* DATA EXCERPTS
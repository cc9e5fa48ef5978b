"""What a browser has not seen yet: the page cut into parts, each sent only when it changed."""

from __future__ import annotations

import hashlib
import json
from collections.abc import Mapping
from dataclasses import dataclass
from datetime import datetime
from functools import lru_cache
from pathlib import Path
from typing import Any

from dash.exceptions import PreventUpdate
from plotly.io.json import to_json_plotly

from daq.errors import StorageError
from daq.storage.people import NOBODY, Person
from dashboard import figures, lab
from dashboard.asking import book_stamp, requests_of
from dashboard.budget import budget_view
from dashboard.components import render
from dashboard.cuts import cuts_view
from dashboard.desk import desk_stamp, desk_view
from dashboard.operate import operate_view
from dashboard.times import clock
from dashboard.view import empty_view, is_silent, unreadable_view, view, waiting_view

WORDS = (
    *("header", "verdict", "line", "warnings", "kappa", "now"),
    *("sensors", "log", "rail", "runs", "footer", "operate", "who", "budget", "cuts", "desk"),
)
CURVES = ("night-data", "pattern-data", "plates-data", "strip-data")


def news(
    folder: Path,
    run: str | None,
    chosen: Any,
    seen: Mapping[str, str],
    now: datetime,
    person: Person = NOBODY,
) -> dict[str, Any]:
    """Return the parts of the page that a browser has not seen yet, with the new state of what it has seen.

    Parameters
    ----------
    folder
        The lab.
    run
        The run to show; None for the one written last.
    chosen
        Bit mask of the opening whose pattern is shown; the fullest for any other value.
    seen
        What the last answer to this browser said under "seen".
    now
        The wall clock, which alone tells silence.
    person
        Who asks: an operator is shown what to ask of the run.

    Raises
    ------
    PreventUpdate
        When nothing changed.
    """
    scene = _scene(folder, run, chosen, now, person)
    mark = _digest(repr(scene))
    if seen.get("mark") == mark:
        raise PreventUpdate
    told, digests = _parts(scene)
    fresh = {name: _drawn(name, told[name]) for name in told if seen.get(name) != digests[name]}
    return fresh | {"seen": digests | {"mark": mark}}


@dataclass(frozen=True, slots=True)
class _Scene:
    """All that the page depends on: two equal scenes look the same, whoever asks."""

    folder: Path
    names: tuple[str, ...]
    run: str | None
    person: Person
    stamp: str | None = None
    silent: bool = False
    chosen: int | None = None
    book: int = 0
    desk: str = ""


def _scene(folder: Path, run: str | None, chosen: Any, now: datetime, person: Person) -> _Scene:
    names, desk = tuple(lab.run_names(folder)), desk_stamp(folder, now)
    shown = run if run is not None else names[-1] if names else None
    if shown is None or shown not in names:
        return _Scene(folder, names, shown, person, book=book_stamp(folder), desk=desk)
    stamp = lab.stamp(folder, shown)
    mask = chosen if isinstance(chosen, int) else None
    try:
        silent = is_silent(lab.read(folder, shown, stamp), now)
    except StorageError:
        silent = False
    return _Scene(folder, names, shown, person, stamp, silent, mask, book_stamp(folder), desk)


@lru_cache(maxsize=32)
def _parts(scene: _Scene) -> tuple[dict[str, str], dict[str, str]]:
    """Return what the parts of the page tell, as JSON, and its digests; twenty pages of a run cost as one."""
    runs = [{"name": name, "shown": name == scene.run} for name in reversed(scene.names)]
    parts = _said(scene) | {
        "runs": runs,
        "desk": desk_view(scene.desk, scene.person, requests_of(scene.folder, "")),
    }
    told = {name: json.dumps(part) for name, part in parts.items()}
    return told, {name: _digest(text) for name, text in told.items()}


@lru_cache(maxsize=256)
def _drawn(name: str, told: str) -> Any:
    """Return a part of the page as plain data; one that tells the same again is not drawn again."""
    part = json.loads(told)
    return part if name in CURVES else json.loads(to_json_plotly(render(name, part)))


def _said(scene: _Scene) -> dict[str, Any]:
    if scene.run is None:
        return _bare(empty_view(scene.folder.name))
    if scene.stamp is None:
        return _bare(waiting_view(scene.run))
    try:
        feed = lab.read(scene.folder, scene.run, scene.stamp)
    except StorageError as error:
        return _bare(unreadable_view(scene.run, str(error)))
    return _whole(feed, scene)


def _whole(feed: dict[str, Any], scene: _Scene) -> dict[str, Any]:
    said = view(feed, scene.silent, scene.person)
    asks = operate_view(feed, scene.silent, scene.person, requests_of(scene.folder, str(scene.run)))
    masks = feed["openings"]
    chosen = max(masks) if scene.chosen is None or scene.chosen not in masks else scene.chosen
    return {
        "page": "whole",
        **said,
        "line": _line(said),
        "operate": asks,
        "budget": budget_view(feed),
        "cuts": cuts_view(feed),
        "who": {"says": asks["says"], "inside": bool(scene.person.name)},
        "footer": f"Data up to {clock(feed['updated_utc'], seconds=True)}.",
        "night-data": figures.night(feed),
        "pattern-data": figures.pattern(feed, chosen),
        "plates-data": figures.plates(feed),
        "strip-data": figures.strip(feed),
    }


def _bare(said: dict[str, Any]) -> dict[str, Any]:
    nothing = dict.fromkeys(("operate", "who", "budget", "cuts"))
    return {"page": "bare", **said, "line": _line(said), "footer": "", **nothing}


def _line(said: dict[str, Any]) -> dict[str, Any]:
    """Take the ticking line out of the verdict, which is announced whenever it changes."""
    verdict = said["verdict"]
    return {key: verdict.pop(key) for key in ("line", "ends_utc", "progress")}


def _digest(text: str) -> str:
    return hashlib.blake2b(text.encode(), digest_size=4).hexdigest()
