"""The forecast against forty whole rehearsals of nineteen pairs, through instruments, archive and report."""

from __future__ import annotations

import json
import tempfile
from contextlib import redirect_stderr, redirect_stdout
from io import StringIO
from pathlib import Path
from typing import Any

import numpy as np

from daq.cli import main
from tests.examples import CONFIGS
from tests.studies.rows import Each, rows

NIGHTS = 40
FEWER = (
    ("number = 41 ", "number = 5 "),
    ("start_mm = -12.8", "start_mm = -2.56"),
    ("stop_mm = 12.8", "stop_mm = 2.56"),
)


def study(nights: int = NIGHTS, each: Each = rows) -> dict[str, Any]:
    """Return the root mean square standard error of rehearsals over the forecast."""
    with tempfile.TemporaryDirectory() as folder:
        foretold = _said(["compose", str(_fewer_positions(Path(folder)))])
    nightly = list(each("plan_rehearsals:night", {str(seed): [seed] for seed in range(nights)}).values())
    squares = np.square([night["kappa_se"] for night in nightly])
    ratio = float(np.sqrt(squares.mean())) / foretold["kappa_se"]
    row = {
        "nights": nights,
        "pairs": nightly[0]["pairs"],
        "foretold": foretold["kappa_se"],
        "ratio": ratio,
        "ratio_se": ratio * float(squares.std(ddof=1) / squares.mean() / 2 / nights**0.5),
        "counting ratio": float(
            np.mean([night["kappa_counting_se"] for night in nightly]) / foretold["kappa_counting_se"]
        ),
        "length ratio": float(np.mean([night["run_s"] for night in nightly])) / foretold["total_s"],
        "meets": {"ratio": 0.9 <= ratio <= 1.1},
    }
    return {"about": "Lantern at 5 positions, source -3 %/h and a walk of 1 %", "rows": {"Lantern": row}}


def night(seed: int) -> dict[str, Any]:
    """Return what one rehearsal said."""
    with tempfile.TemporaryDirectory() as folder:
        file = _fewer_positions(Path(folder))
        return _said(["rehearse", str(file), "--link", "direct", "--seed", str(seed), "--into", folder])


def _fewer_positions(lab: Path) -> Path:
    (lab / "rigs").mkdir()
    (lab / "rigs" / "lantern.toml").write_bytes((CONFIGS / "rigs" / "lantern.toml").read_bytes())
    text = (CONFIGS / "lantern.toml").read_text()
    for old, new in FEWER:
        assert old in text
        text = text.replace(old, new)
    (lab / "night.toml").write_text(text)
    return lab / "night.toml"


def _said(words: list[str]) -> dict[str, Any]:
    """Return what a command answers as JSON."""
    said = StringIO()
    with redirect_stdout(said), redirect_stderr(StringIO()):
        status = main([*words, "--json"])
    assert status == 0, said.getvalue()
    answer: dict[str, Any] = json.loads(said.getvalue().splitlines()[-1])
    return answer
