"""Sources: how the strength of a simulated source changes over a night, for many nights at once."""

from __future__ import annotations

from collections.abc import Callable

import numpy as np

from daq.estimate.arrays import FloatArray

HOUR_S = 3600.0

Source = Callable[[FloatArray, int, np.random.Generator], FloatArray]


def _steady(time_s: FloatArray, nights: int, generator: np.random.Generator) -> FloatArray:
    return np.ones((nights, len(time_s)))


def _linear(time_s: FloatArray, nights: int, generator: np.random.Generator) -> FloatArray:
    """Fall by 3 % an hour."""
    return np.broadcast_to(1 - 0.03 * time_s / HOUR_S, (nights, len(time_s)))


def _quadratic(time_s: FloatArray, nights: int, generator: np.random.Generator) -> FloatArray:
    share = time_s / time_s[-1]
    return np.broadcast_to(1 - 0.1 * share - 0.2 * share**2, (nights, len(time_s)))


def _exponential(time_s: FloatArray, nights: int, generator: np.random.Generator) -> FloatArray:
    """Fall by 20 % with a time constant of an hour."""
    return np.broadcast_to(1 - 0.2 * -np.expm1(-time_s / HOUR_S), (nights, len(time_s)))


def walk(per_sqrt_hour: float) -> Source:
    """Return a random walk of the logarithm."""

    def strength(time_s: FloatArray, nights: int, generator: np.random.Generator) -> FloatArray:
        step = per_sqrt_hour * np.sqrt(np.diff(time_s, prepend=0.0) / HOUR_S)
        return np.exp(np.cumsum(step * generator.standard_normal((nights, len(time_s))), axis=1))

    return strength


def sine(minutes: float, amplitude: float = 0.02) -> Source:
    """Return a ripple of random phase."""

    def strength(time_s: FloatArray, nights: int, generator: np.random.Generator) -> FloatArray:
        phase = generator.uniform(0, 2 * np.pi, (nights, 1))
        return np.asarray(1 + amplitude * np.sin(2 * np.pi * time_s / (60 * minutes) + phase))

    return strength


def steps(size: float = 0.02) -> Source:
    """Return jumps at random times, one an hour on average, normal in size."""

    def strength(time_s: FloatArray, nights: int, generator: np.random.Generator) -> FloatArray:
        chance = np.diff(time_s, prepend=0.0) / HOUR_S
        jumps = generator.random((nights, len(time_s))) < chance
        return np.exp(np.cumsum(jumps * size * generator.standard_normal(jumps.shape), axis=1))

    return strength


def _flicker(time_s: FloatArray, nights: int, generator: np.random.Generator) -> FloatArray:
    """Ten relaxing processes of 0.5 % each, relaxation times from 3 s to 10 000 s."""
    log = np.zeros((nights, len(time_s)))
    gap_s = np.diff(time_s)
    for relax_s in np.geomspace(3.0, 1e4, 10):
        keep = np.exp(-gap_s / relax_s)
        state = 0.005 * generator.standard_normal(nights)
        log[:, 0] += state
        for at, kept in enumerate(keep, start=1):
            state = kept * state + 0.005 * np.sqrt(1 - kept**2) * generator.standard_normal(nights)
            log[:, at] += state
    return np.exp(log)


def _mix(time_s: FloatArray, nights: int, generator: np.random.Generator) -> FloatArray:
    parts = (_linear, walk(0.015), sine(30), steps(0.01))
    return np.asarray(np.prod([part(time_s, nights, generator) for part in parts], axis=0))


SOURCES: dict[str, Source] = {
    "none": _steady,
    "linear": _linear,
    "quadratic": _quadratic,
    "exponential": _exponential,
    "random walk": walk(0.03),
    "sine 20 min": sine(20),
    "sine 60 min": sine(60),
    "sine 180 min": sine(180),
    "steps": steps(),
    "mix": _mix,
    "flicker": _flicker,
}

# Variance per hour of the random walk with the same second moments; no entry: a smooth source, for which the
# bound is that of counting at the strength it has.
WALK_PER_HOUR = {"random walk": 0.03**2, "steps": 0.02**2, "mix": 0.015**2 + 0.01**2}
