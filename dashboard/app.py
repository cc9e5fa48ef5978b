"""The page's Dash application: one callback a second, and figures drawn in the browser."""

from __future__ import annotations

from datetime import UTC, datetime
from pathlib import Path
from typing import Any

import dash
from dash import ClientsideFunction, Input, Output, State
from flask_compress import Compress

from dashboard import access, lab
from dashboard.components import page
from dashboard.news import CURVES, WORDS, news

_OUTPUTS = {
    "page": Output("page", "className"),
    **{name: Output(name, "children") for name in WORDS},
    **{name: Output(name, "data") for name in (*CURVES, "seen")},
}
_INDEX = (Path(__file__).parent / "index.html").read_text(encoding="utf-8")


def build(folder: Path, run: str | None = None) -> dash.Dash:
    """Return the application for a lab, gated and compressed; `run` pins it to one run."""
    app = dash.Dash(
        __name__,
        index_string=_INDEX,
        title="tercet",
        update_title=None,
        serve_locally=True,
        add_log_handler=False,
    )
    app.layout = page()
    _answer(app, folder, run)
    _draw(app)
    Compress(app.server)
    answered = {output for output, entry in app.callback_map.items() if "callback" in entry}
    access.guard(app.server, lambda name: name in lab.run_names(folder), answered, app.csp_hashes())
    return app


def _answer(app: dash.Dash, folder: Path, pinned: str | None) -> None:
    @app.callback(
        _OUTPUTS,
        Input("tick", "n_intervals"),
        Input("chosen", "data"),
        State("address", "pathname"),
        State("seen", "data"),
    )  # type: ignore[untyped-decorator]
    def refresh(_: int, chosen: Any, path: str | None, seen: dict[str, str] | None) -> dict[str, Any]:
        named = path.removeprefix("/runs/") if path and path.startswith("/runs/") else pinned
        fresh = news(folder, named, chosen, seen or {}, datetime.now(UTC))
        return {name: fresh.get(name, dash.no_update) for name in _OUTPUTS}


def _draw(app: dash.Dash) -> None:
    for name in ("night", "pattern", "strip"):
        app.clientside_callback(
            ClientsideFunction("tercet", name),
            Output(name, "figure"),
            Output(f"{name}-image", "aria-label"),
            Output(f"{name}-caption", "children"),
            Output(f"{name}-image", "className"),
            Input(f"{name}-data", "data"),
            Input("look", "data"),
        )
    app.clientside_callback(
        ClientsideFunction("tercet", "mark"),
        Output("marked", "data"),
        Input("plates-data", "data"),
        Input("now", "children"),
        Input("rail", "children"),
        Input("pattern-data", "data"),
    )
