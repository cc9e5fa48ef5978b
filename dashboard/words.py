"""Numbers and their units as a person reads them."""

from __future__ import annotations

import math

THIN = "\u202f"
MINUS = "\u2212"
NB = "\u00a0"
_UNITS = {
    0: ("ones", ""),
    -1: ("tenths", "10⁻¹"),
    -2: ("hundredths", "10⁻²"),
    -3: ("thousandths", "10⁻³"),
    -4: ("ten-thousandths", "10⁻⁴"),
    -5: ("hundred-thousandths", "10⁻⁵"),
    -6: ("millionths", "10⁻⁶"),
}
_RAISED = str.maketrans("-0123456789", "⁻⁰¹²³⁴⁵⁶⁷⁸⁹")
_SMALL = ("no", "one", "two", "three", "four", "five", "six", "seven", "eight", "nine", "ten")


def count(number: int) -> str:
    """Return a count with thin spaces between the thousands, 12464 -> "12 464"."""
    return f"{number:,}".replace(",", THIN)


def spelt(number: int, noun: str) -> str:
    """Return a count with its noun, (1, "pair") -> "one pair", (12, "pair") -> "12 pairs"."""
    word = _SMALL[number] if 0 <= number < len(_SMALL) else count(number)
    return f"{word} {noun}" if number == 1 else f"{word} {noun}s"


def fixed(value: float, decimals: int, plus: bool = False) -> str:
    """Return a number with a fixed number of decimals, a typographic minus, and a plus on request."""
    text = f"{abs(value):,.{decimals}f}".replace(",", THIN)
    if float(f"{abs(value):.{decimals}f}") == 0:
        return text
    return f"{MINUS}{text}" if value < 0 else f"+{text}" if plus else text


def general(value: float) -> str:
    """Return a reading with about four digits, 293.8806 -> "293.9", 1.2e-7 -> "1.2 × 10⁻⁷"."""
    if value and abs(value) < 1e-3:
        mantissa, exponent = f"{value:.1e}".split("e")
        return f"{fixed(float(mantissa), 1)} × 10{str(int(exponent)).translate(_RAISED)}"
    digits = math.floor(math.log10(abs(value))) + 1 if value else 1
    return fixed(value, max(0, 4 - max(digits, 0)))


def decimals_of(error: float) -> int:
    """Return how many decimals show two significant digits of an error bar (none above ten)."""
    return max(0, 1 - math.floor(math.log10(error))) if error > 0 else 1


def unit_of(error: float) -> tuple[float, str]:
    """Return the power of ten in which an error bar reads as about one, and its name.

    Returns
    -------
    tuple
        For example (1e-4, "ten-thousandths (10⁻⁴)").
    """
    exponent = math.floor(math.log10(2 * error)) if error > 0 else -3
    exponent = min(0, max(-6, exponent))
    name, power = _UNITS[exponent]
    return 10.0**exponent, f"{name} ({power})" if power else name


def capital(sentence: str) -> str:
    """Return a sentence that begins with a capital letter."""
    return sentence[:1].upper() + sentence[1:]


def stopped(sentence: str) -> str:
    """Return a sentence that ends with a stop."""
    return sentence if sentence.endswith((".", "!", "?")) else f"{sentence}."
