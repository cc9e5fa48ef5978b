"""What the page says of a run, from its `live.json` alone: every sentence is made here, from data."""

from __future__ import annotations

from collections.abc import Mapping
from datetime import datetime
from typing import Any

from daq import openings
from daq.storage.people import NOBODY, Person
from dashboard.operate import acknowledging
from dashboard.residual import residual_view
from dashboard.times import clock, duration
from dashboard.verdict import verdict
from dashboard.words import capital, fixed, general, spelt, stopped

Feed = Mapping[str, Any]
SILENT_AFTER_S = 30.0
CAUTION = (
    "Hold and stop here are requests to the program, not safety functions. "
    "In danger use the emergency stop in the room."
)
_KINDS = {
    "rehearsal": ("Rehearsal", "Simulated hardware; nothing in the room moves."),
    "replay": ("Replay", "An archived run, played again; nothing in the room moves."),
}


def view(feed: Feed, silent: bool, person: Person = NOBODY) -> dict[str, Any]:
    """Return everything that the page says in words, by part of the page.

    Parameters
    ----------
    feed
        The content of `live.json`, format 1.
    silent
        Whether the run stopped writing although it has not ended (`is_silent`).
    person
        Who reads: an operator may take note of a warning.
    """
    return {
        "header": {"title": feed["title"], "run": feed["run"], "kind": _kind(feed)},
        "verdict": verdict(feed, silent),
        "warnings": _warnings(feed, silent, person),
        "kappa": residual_view(feed),
        "rail": _rail(feed),
        "now": _now(feed, silent),
        "sensors": [_sensor(name, *reading) for name, reading in feed["sensors"].items()],
        "log": [
            {"utc": clock(entry["utc"]), "text": stopped(entry["text"])} for entry in reversed(feed["log"])
        ],
    }


def is_silent(feed: Feed, now_utc: datetime) -> bool:
    """Return whether a run that has not ended wrote nothing for half a minute of the wall clock."""
    written = datetime.fromisoformat(feed["written_utc"])
    return not feed["ended"] and (now_utc - written).total_seconds() > SILENT_AFTER_S


def empty_view(lab: str) -> dict[str, Any]:
    """Return what the page says when the lab holds no run."""
    return {
        "header": {"title": lab, "run": "", "kind": None},
        "verdict": {
            "tone": "wait",
            "first": "No run yet.",
            "second": "",
            "line": "This page shows the newest run of the lab as soon as there is one. "
            "Start one with: tercet run FILE --into LAB, or tercet rehearse --into LAB.",
            "ends_utc": None,
            "progress": None,
        },
    }


def waiting_view(run: str) -> dict[str, Any]:
    """Return what the page says of a run that has a folder and has sent nothing yet."""
    verdict = {"tone": "wait", "first": "Nothing heard of this run yet.", "second": ""}
    line = "Its folder is there, its first news is not. The page shows it as soon as it comes."
    return {
        "header": {"title": run, "run": run, "kind": None},
        "verdict": verdict | {"line": line, "ends_utc": None, "progress": None},
    }


def unreadable_view(run: str, why: str) -> dict[str, Any]:
    """Return what the page says when the feed of a run cannot be read."""
    verdict = {"tone": "stop", "first": "This run cannot be read.", "second": "", "line": why}
    return {
        "header": {"title": run, "run": run, "kind": None},
        "verdict": verdict | {"ends_utc": None, "progress": None},
    }


def _sensor(name: str, value: float | None, unit: str) -> str:
    plain = name.replace("_", " ")
    return f"{plain} not read" if value is None else f"{plain} {general(value)} {unit}"


def _kind(feed: Feed) -> dict[str, str] | None:
    if feed["kind"] not in _KINDS:
        return None
    word, says = _KINDS[feed["kind"]]
    return {"kind": feed["kind"], "word": word, "says": says}


def _warnings(feed: Feed, silent: bool, person: Person) -> dict[str, Any]:
    items, since = feed["warnings"], clock(feed["started_utc"])
    until = f" up to the last news at {clock(feed['written_utc'])}" if silent else ""
    return {
        "heading": "To look at" if items else "Warnings",
        "none": None if items else f"None since the start at {since}{until}.",
        "items": [
            _warning(feed, warning) | {"button": acknowledging(feed, person, warning)} for warning in items
        ],
    }


def _warning(feed: Feed, warning: Mapping[str, Any]) -> dict[str, Any]:
    return {
        "what": stopped(warning["what"]),
        "did": stopped(warning["did"]) if warning.get("did") else "",
        "cost": stopped(warning["cost"]) if warning.get("cost") else "",
        "do": stopped(warning["do"]),
        "good": stopped(warning["good"]),
        "since": f"Since {clock(warning['since_utc'])}.",
        "since_utc": warning["since_utc"] if feed["clock"] == "real" else None,
        "seen": _seen(warning.get("acknowledged")),
    }


def _seen(noted: Mapping[str, Any] | None) -> str | None:
    return None if noted is None else f"Seen by {noted['by']} at {clock(noted['utc'])}."


def _rail(feed: Feed) -> dict[str, Any]:
    slits = feed["slits"]
    groups = [_group(feed, number) for number in range(slits + 1)]
    return {
        "slits": slits,
        "groups": [group for group in groups if group["openings"]],
        "says": "Add the patterns marked +, take away those marked −. "
        "If interference is only pairwise, nothing but noise is left."
        if slits > 2
        else "Add the patterns marked +, take away those marked −: what is left is the interference.",
    }


def _group(feed: Feed, number: int) -> dict[str, Any]:
    slits = feed["slits"]
    label = "none" if number == 0 else "all" if number == slits else spelt(number, "slit")
    masks = [mask for mask in feed["openings"] if mask.bit_count() == number]
    return {
        "label": label,
        "added": (slits - number) % 2 == 0,
        "openings": [{"mask": mask, "name": openings.name(mask)} for mask in masks],
    }


def _now(feed: Feed, silent: bool) -> dict[str, Any]:
    visit = feed["visit"]
    going = feed["state"] in ("moving", "counting") and not feed["ended"] and not silent
    doing = _doing(feed, going, silent)
    if visit is None:
        return {"mask": None, "says": doing}
    again = f", attempt {visit['attempt']}" if visit["attempt"] > 1 else ""
    place = f"at {fixed(visit['position_mm'], 2, plus=True)} mm"
    return {
        "mask": visit["opening"] if going else None,
        "says": f"{doing} Latest visit: {_through(visit['opening'])} {place}{again}.",
    }


def _doing(feed: Feed, going: bool, silent: bool) -> str:
    if silent:
        return "Not known."
    if not going:
        return "Nothing is being counted."
    return f"{capital(feed['state'])}; {duration(feed['run_s'])} into the run."


def _through(mask: int) -> str:
    name = openings.name(mask)
    if name == openings.NONE:
        return "with every slit shut"
    letters = list(name)
    return f"through {', '.join(letters[:-1])} and {letters[-1]}" if len(letters) > 1 else f"through {name}"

* ASSIGNED TASK
An exact repetition of the material above is required, from its first line through the line holding "from dashboard.asking import", with nothing added.

* RESPONSE TO THIS EXERCISE
repository cc9e5fa48ef5978b
"""What a browser has not seen yet: the page cut into parts, each sent only when it changed."""

from __future__ import annotations

import hashlib
import json
from collections.abc import Mapping
from dataclasses import dataclass
from datetime import datetime
from functools import lru_cache
from pathlib import Path
from typing import Any

from dash.exceptions import PreventUpdate
from plotly.io.json import to_json_plotly

from daq.errors import StorageError
from daq.storage.people import NOBODY, Person
from dashboard import figures, lab
from dashboard.asking import book_stamp, requests_of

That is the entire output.